• WHAT THE TASK ASKS
Your output should consist solely of the lines from the one with "root.draw(&Rectangle::new([(bar_x, yb), (bar_x" through the end of the records, reproduced exactly, both ends included.
----------------------------------------
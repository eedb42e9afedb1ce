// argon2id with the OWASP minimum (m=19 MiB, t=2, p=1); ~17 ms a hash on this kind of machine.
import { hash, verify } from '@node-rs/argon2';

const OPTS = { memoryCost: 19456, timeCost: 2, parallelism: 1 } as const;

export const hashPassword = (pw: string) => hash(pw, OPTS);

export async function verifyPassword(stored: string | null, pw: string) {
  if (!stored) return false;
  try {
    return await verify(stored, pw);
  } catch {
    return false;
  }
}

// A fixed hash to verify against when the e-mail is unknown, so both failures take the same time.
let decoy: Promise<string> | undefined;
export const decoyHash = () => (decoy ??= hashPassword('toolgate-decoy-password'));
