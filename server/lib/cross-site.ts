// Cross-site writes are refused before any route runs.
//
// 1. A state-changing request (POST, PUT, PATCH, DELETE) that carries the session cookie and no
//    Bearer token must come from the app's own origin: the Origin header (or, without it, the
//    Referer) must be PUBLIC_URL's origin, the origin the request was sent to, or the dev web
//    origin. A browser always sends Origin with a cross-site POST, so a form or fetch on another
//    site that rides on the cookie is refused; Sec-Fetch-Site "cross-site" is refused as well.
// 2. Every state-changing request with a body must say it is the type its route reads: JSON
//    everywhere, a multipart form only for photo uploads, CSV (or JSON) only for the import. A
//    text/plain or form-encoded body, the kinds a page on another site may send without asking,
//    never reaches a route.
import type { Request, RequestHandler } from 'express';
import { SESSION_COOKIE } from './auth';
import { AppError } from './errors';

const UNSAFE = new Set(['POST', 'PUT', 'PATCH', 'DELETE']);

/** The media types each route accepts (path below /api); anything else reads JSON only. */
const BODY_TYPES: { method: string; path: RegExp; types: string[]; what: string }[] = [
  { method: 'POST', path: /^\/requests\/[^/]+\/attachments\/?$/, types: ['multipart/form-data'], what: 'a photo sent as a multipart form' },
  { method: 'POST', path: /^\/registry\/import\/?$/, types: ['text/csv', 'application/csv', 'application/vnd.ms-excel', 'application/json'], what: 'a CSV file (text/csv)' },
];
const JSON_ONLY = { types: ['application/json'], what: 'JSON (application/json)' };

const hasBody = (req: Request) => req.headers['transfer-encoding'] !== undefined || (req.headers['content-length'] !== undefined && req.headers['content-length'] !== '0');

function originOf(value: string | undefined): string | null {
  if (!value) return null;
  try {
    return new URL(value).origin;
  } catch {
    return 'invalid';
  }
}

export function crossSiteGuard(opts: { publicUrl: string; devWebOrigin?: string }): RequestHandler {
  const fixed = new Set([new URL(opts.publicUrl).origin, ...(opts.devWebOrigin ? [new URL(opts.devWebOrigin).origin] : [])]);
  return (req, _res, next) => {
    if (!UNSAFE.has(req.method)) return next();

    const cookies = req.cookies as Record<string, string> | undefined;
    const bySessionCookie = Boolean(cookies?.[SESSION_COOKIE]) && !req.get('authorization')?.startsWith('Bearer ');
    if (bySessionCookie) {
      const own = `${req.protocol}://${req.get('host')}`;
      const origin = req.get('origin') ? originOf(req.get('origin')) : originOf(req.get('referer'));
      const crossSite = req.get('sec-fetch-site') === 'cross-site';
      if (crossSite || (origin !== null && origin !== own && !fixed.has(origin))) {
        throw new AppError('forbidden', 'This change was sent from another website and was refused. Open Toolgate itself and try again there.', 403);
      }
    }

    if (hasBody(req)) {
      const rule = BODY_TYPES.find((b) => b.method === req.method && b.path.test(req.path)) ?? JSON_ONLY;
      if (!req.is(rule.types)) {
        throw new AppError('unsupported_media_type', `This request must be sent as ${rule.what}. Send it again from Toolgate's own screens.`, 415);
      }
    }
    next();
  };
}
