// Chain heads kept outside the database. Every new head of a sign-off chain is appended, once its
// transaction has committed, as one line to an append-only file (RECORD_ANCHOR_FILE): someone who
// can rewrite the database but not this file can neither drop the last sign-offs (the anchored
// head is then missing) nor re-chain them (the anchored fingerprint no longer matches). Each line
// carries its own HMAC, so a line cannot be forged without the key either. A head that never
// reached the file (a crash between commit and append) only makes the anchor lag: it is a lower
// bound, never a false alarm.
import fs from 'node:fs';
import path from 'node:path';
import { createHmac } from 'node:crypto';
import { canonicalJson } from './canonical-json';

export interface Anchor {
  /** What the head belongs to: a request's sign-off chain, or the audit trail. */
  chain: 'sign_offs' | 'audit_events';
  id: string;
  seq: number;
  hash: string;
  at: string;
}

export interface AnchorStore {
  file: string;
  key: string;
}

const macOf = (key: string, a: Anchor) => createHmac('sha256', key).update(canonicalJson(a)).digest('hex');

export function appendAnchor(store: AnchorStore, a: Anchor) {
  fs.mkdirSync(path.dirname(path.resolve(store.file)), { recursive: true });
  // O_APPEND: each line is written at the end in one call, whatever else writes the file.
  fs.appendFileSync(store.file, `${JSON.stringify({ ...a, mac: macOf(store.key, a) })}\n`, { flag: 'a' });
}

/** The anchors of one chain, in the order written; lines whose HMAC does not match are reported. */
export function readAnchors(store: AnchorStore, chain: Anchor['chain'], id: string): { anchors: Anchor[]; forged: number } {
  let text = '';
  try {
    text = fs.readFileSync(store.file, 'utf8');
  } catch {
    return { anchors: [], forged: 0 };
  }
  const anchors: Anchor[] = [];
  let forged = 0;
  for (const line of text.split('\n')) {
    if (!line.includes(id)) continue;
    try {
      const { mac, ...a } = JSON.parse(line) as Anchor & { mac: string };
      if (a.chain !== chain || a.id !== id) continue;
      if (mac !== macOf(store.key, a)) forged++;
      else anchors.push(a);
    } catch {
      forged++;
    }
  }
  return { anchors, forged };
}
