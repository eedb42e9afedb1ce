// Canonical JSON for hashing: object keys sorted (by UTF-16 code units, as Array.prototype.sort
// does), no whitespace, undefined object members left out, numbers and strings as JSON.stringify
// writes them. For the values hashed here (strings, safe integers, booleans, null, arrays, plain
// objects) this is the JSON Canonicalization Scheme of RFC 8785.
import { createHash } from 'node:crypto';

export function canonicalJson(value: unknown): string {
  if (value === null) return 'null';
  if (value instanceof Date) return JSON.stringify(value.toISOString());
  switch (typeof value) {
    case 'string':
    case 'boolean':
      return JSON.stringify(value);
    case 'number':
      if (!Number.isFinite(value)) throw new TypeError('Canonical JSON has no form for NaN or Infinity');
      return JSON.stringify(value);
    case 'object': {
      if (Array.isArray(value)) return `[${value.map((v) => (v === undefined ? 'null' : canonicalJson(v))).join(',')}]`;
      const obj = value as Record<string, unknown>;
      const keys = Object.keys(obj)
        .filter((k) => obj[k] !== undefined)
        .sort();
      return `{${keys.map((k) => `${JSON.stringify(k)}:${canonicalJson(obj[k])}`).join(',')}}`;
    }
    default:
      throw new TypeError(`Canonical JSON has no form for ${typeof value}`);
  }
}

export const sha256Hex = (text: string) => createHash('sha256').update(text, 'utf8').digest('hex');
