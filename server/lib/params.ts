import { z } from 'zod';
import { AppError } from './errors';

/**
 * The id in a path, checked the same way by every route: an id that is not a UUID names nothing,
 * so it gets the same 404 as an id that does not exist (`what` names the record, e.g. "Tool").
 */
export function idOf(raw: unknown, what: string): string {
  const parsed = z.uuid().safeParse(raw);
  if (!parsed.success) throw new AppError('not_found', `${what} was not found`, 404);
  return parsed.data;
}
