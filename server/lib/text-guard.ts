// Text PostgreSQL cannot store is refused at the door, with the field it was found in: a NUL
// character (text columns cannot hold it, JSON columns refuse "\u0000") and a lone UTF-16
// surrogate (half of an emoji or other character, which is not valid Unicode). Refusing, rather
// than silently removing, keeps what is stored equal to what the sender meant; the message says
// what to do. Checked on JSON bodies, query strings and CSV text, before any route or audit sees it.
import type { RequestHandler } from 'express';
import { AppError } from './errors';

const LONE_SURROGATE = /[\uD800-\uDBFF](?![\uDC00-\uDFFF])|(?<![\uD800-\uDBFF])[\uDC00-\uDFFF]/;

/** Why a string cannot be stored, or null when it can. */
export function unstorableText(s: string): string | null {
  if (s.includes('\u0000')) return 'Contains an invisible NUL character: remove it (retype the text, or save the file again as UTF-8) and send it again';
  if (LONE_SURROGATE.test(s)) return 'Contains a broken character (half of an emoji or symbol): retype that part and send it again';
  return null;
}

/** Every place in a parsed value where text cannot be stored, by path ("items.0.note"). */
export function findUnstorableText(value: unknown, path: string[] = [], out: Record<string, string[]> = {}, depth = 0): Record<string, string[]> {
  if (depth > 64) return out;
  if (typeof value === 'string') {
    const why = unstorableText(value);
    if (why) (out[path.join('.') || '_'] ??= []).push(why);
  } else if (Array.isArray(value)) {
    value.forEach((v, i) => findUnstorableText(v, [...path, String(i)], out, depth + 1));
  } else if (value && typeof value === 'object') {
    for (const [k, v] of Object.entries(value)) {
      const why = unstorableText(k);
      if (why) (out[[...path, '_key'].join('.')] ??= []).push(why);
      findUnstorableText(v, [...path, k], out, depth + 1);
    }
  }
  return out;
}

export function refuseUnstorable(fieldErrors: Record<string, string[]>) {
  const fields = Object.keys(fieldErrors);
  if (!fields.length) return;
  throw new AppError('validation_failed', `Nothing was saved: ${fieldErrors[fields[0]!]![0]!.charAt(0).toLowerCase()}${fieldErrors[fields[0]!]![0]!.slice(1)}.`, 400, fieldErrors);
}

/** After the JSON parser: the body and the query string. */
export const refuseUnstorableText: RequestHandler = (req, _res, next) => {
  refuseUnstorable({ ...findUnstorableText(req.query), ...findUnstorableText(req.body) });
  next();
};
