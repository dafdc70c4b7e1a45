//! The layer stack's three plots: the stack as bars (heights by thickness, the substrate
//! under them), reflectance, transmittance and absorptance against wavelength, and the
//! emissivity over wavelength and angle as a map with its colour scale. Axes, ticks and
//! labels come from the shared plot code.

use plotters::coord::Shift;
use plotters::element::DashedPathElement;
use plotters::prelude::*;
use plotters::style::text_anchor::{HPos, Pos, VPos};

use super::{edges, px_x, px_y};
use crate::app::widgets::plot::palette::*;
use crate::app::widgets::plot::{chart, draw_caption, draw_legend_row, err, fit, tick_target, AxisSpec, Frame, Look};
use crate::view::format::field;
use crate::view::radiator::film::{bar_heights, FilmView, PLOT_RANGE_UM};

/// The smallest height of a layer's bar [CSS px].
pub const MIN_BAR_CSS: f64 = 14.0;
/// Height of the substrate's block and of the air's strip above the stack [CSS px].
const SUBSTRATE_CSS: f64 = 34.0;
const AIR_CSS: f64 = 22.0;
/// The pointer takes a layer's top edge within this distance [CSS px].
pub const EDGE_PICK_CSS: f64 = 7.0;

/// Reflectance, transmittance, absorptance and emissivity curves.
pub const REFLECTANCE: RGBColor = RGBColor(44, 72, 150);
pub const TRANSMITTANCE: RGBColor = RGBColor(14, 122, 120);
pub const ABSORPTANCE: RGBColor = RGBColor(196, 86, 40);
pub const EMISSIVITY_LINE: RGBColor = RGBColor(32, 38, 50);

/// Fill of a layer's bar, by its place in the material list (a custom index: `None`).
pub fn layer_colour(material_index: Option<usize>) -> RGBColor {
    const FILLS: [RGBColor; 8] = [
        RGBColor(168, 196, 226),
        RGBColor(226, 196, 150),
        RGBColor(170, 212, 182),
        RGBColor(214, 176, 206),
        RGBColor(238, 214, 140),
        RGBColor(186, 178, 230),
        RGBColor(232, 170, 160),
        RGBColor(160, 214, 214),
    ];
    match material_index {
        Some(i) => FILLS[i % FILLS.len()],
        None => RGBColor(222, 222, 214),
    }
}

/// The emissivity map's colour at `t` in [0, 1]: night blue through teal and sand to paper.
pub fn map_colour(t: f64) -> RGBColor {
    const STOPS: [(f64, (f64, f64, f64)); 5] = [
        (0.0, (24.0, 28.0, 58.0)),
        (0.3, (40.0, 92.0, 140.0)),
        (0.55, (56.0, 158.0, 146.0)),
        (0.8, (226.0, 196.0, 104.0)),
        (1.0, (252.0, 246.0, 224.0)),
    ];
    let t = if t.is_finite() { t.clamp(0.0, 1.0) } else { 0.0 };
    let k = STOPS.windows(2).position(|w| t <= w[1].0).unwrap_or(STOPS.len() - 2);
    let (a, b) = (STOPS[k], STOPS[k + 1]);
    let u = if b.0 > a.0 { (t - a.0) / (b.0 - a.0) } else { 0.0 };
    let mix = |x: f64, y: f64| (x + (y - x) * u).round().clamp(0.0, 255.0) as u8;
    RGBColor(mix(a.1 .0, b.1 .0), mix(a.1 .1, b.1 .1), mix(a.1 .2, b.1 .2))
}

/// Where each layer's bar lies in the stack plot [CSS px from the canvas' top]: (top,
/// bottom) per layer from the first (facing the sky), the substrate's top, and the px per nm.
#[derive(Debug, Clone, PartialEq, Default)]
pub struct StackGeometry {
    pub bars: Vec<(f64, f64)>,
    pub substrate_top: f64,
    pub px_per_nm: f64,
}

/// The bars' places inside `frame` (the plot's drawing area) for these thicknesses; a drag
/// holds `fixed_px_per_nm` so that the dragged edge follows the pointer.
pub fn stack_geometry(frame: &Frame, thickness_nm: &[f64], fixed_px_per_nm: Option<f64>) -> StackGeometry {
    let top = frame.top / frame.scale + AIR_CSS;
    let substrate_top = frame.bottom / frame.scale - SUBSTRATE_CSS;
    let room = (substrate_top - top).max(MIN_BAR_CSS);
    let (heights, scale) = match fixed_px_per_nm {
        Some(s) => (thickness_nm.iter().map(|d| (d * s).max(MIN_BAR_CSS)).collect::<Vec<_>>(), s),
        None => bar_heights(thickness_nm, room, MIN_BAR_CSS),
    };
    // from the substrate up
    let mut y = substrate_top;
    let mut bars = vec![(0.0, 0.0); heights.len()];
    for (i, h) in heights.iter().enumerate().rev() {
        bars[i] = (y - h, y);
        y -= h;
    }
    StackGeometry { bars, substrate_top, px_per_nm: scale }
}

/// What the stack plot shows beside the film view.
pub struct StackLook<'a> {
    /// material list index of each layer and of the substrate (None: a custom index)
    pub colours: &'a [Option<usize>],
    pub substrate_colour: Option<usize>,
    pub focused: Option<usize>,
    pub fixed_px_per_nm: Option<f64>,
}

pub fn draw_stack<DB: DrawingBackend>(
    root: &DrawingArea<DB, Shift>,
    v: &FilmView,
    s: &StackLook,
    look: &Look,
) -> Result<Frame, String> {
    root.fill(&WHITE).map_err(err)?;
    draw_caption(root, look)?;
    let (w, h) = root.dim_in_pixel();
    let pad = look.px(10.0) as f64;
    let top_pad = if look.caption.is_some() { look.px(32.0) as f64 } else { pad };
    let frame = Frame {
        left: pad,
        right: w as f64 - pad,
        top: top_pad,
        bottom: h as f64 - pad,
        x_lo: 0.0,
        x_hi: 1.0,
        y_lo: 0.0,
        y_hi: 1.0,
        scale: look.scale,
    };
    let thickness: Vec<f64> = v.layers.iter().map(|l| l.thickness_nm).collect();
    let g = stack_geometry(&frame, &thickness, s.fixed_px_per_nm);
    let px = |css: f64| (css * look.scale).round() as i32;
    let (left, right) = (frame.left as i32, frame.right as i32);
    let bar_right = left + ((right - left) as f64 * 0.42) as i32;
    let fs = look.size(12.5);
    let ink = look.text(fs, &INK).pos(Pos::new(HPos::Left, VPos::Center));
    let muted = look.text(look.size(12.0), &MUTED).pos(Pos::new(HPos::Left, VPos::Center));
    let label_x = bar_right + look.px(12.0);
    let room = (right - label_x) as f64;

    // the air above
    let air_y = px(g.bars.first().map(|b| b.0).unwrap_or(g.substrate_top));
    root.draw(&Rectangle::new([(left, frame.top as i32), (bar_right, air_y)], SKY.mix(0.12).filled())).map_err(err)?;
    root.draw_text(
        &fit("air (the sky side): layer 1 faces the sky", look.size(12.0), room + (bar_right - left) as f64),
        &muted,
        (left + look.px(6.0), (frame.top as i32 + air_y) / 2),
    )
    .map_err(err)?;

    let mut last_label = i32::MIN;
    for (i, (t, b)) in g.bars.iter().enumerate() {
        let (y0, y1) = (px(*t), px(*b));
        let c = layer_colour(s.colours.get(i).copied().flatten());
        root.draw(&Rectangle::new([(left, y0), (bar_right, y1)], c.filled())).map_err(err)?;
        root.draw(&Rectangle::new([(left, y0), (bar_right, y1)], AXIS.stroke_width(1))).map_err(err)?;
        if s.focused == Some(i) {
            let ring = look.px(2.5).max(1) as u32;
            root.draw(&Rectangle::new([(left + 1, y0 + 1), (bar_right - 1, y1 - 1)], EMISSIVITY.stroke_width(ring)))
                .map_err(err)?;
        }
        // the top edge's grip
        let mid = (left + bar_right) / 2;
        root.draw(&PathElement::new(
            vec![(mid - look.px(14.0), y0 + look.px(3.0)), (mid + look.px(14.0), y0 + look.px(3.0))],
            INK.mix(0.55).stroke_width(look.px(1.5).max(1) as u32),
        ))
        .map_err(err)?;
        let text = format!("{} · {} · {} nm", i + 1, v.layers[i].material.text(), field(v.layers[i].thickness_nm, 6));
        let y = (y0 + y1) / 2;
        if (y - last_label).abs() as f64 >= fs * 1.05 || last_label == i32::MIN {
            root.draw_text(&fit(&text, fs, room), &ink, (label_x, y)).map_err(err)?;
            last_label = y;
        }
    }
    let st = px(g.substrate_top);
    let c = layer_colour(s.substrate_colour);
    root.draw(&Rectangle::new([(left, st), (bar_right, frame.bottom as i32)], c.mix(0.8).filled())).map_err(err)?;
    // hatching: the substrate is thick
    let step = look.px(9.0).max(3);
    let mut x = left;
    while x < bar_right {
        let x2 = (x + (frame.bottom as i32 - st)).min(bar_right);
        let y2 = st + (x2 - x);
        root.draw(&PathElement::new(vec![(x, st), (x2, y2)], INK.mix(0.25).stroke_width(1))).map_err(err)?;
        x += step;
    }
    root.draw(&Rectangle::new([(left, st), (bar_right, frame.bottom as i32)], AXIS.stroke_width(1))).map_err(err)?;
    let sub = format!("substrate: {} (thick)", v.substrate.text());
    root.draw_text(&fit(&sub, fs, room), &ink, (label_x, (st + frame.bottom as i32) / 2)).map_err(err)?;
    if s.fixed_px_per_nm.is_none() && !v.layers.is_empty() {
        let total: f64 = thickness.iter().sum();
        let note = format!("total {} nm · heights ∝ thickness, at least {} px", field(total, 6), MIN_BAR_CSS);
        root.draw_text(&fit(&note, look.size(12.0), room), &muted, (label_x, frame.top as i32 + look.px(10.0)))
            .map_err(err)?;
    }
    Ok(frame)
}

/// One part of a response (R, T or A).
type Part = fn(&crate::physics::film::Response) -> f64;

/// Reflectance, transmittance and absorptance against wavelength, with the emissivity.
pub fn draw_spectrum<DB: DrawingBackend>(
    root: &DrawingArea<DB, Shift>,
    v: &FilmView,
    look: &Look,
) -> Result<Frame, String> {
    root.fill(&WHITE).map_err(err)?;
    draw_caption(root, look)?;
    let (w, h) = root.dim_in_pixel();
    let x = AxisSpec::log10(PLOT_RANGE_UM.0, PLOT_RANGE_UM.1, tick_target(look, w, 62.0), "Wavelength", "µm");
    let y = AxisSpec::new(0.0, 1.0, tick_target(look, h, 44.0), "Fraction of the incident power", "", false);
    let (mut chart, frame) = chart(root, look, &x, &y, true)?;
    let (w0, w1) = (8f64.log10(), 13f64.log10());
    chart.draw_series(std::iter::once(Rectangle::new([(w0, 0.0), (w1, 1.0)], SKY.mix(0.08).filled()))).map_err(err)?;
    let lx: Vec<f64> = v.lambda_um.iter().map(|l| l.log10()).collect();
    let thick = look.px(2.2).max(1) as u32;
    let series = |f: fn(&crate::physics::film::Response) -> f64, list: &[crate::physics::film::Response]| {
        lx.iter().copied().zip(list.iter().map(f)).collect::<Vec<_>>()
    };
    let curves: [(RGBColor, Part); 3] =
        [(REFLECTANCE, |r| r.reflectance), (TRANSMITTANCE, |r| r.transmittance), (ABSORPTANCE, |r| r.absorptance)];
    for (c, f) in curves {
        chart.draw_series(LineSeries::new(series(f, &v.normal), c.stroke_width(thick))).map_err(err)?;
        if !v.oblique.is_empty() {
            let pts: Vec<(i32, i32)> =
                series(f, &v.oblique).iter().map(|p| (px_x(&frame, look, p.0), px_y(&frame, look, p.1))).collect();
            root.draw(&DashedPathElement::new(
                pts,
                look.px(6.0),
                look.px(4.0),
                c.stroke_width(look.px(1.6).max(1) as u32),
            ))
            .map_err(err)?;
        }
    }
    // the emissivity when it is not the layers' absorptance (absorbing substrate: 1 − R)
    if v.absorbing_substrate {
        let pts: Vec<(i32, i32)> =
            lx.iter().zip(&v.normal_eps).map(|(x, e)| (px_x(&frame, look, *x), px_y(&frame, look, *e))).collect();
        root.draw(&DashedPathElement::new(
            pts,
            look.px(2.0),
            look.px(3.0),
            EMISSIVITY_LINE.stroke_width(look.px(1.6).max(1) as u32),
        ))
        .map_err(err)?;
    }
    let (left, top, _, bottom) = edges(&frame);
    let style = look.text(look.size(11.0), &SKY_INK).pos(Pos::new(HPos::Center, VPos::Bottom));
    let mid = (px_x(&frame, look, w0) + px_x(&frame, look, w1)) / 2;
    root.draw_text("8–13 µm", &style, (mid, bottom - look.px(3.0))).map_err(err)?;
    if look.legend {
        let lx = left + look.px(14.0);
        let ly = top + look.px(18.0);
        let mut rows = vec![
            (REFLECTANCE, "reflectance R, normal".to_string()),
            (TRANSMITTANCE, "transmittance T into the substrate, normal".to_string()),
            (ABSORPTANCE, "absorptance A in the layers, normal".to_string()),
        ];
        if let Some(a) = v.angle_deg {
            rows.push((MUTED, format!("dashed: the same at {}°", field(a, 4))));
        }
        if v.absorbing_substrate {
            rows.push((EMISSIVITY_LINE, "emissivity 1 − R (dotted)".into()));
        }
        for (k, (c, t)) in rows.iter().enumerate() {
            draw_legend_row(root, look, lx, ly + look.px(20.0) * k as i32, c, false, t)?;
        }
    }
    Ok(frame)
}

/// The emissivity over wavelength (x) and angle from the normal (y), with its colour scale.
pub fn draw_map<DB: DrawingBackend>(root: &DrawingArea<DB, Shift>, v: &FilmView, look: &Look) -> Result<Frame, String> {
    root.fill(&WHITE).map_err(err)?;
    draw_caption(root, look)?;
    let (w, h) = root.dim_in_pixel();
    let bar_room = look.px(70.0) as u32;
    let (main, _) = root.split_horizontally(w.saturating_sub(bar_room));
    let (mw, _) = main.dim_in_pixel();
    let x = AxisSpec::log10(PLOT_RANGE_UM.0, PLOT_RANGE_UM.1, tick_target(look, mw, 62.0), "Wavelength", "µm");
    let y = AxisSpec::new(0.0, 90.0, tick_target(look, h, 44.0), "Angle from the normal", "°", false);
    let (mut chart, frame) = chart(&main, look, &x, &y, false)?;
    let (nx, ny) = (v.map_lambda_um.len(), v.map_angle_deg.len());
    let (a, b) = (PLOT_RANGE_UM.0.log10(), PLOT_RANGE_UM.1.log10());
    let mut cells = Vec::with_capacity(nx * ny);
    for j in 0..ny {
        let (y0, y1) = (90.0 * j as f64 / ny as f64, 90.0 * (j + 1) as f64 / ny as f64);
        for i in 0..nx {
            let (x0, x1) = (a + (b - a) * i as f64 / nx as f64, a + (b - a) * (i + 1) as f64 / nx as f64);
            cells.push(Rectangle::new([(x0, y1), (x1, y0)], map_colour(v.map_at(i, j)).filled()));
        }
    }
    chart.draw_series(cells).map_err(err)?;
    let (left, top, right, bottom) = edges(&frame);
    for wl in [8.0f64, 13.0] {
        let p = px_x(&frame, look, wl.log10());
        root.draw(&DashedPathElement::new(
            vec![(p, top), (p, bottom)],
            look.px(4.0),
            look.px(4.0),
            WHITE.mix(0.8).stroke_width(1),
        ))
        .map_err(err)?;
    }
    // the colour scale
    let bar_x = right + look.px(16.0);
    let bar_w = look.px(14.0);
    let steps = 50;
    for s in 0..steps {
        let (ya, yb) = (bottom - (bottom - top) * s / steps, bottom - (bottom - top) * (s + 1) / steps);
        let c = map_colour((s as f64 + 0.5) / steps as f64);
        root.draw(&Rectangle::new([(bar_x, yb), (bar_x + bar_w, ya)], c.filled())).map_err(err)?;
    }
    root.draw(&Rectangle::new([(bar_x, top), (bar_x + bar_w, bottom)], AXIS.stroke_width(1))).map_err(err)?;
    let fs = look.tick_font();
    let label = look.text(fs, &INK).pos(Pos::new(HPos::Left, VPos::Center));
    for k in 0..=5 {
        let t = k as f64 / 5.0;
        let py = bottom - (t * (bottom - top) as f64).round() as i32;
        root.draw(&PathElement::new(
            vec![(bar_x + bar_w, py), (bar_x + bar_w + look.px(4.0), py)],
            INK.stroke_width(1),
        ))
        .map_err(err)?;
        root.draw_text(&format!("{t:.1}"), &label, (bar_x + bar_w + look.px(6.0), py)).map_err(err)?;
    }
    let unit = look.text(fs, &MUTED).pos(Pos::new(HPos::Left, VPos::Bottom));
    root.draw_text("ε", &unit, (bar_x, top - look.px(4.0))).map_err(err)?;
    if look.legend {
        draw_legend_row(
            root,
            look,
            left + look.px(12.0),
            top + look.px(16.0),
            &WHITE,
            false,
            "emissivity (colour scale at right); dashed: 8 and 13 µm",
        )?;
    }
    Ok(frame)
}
----------------------------------------
• YOUR SOLUTION
        root.draw(&Rectangle::new([(bar_x, yb), (bar_x + bar_w, ya)], c.filled())).map_err(err)?;
    }
    root.draw(&Rectangle::new([(bar_x, top), (bar_x + bar_w, bottom)], AXIS.stroke_width(1))).map_err(err)?;
    let fs = look.tick_font();
    let label = look.text(fs, &INK).pos(Pos::new(HPos::Left, VPos::Center));
    for k in 0..=5 {
        let t = k as f64 / 5.0;
        let py = bottom - (t * (bottom - top) as f64).round() as i32;
        root.draw(&PathElement::new(
            vec![(bar_x + bar_w, py), (bar_x + bar_w + look.px(4.0), py)],
            INK.stroke_width(1),
        ))
        .map_err(err)?;
        root.draw_text(&format!("{t:.1}"), &label, (bar_x + bar_w + look.px(6.0), py)).map_err(err)?;
    }
    let unit = look.text(fs, &MUTED).pos(Pos::new(HPos::Left, VPos::Bottom));
    root.draw_text("ε", &unit, (bar_x, top - look.px(4.0))).map_err(err)?;
    if look.legend {
        draw_legend_row(
            root,
            look,
            left + look.px(12.0),
            top + look.px(16.0),
            &WHITE,
            false,
            "emissivity (colour scale at right); dashed: 8 and 13 µm",
        )?;
    }
    Ok(frame)
}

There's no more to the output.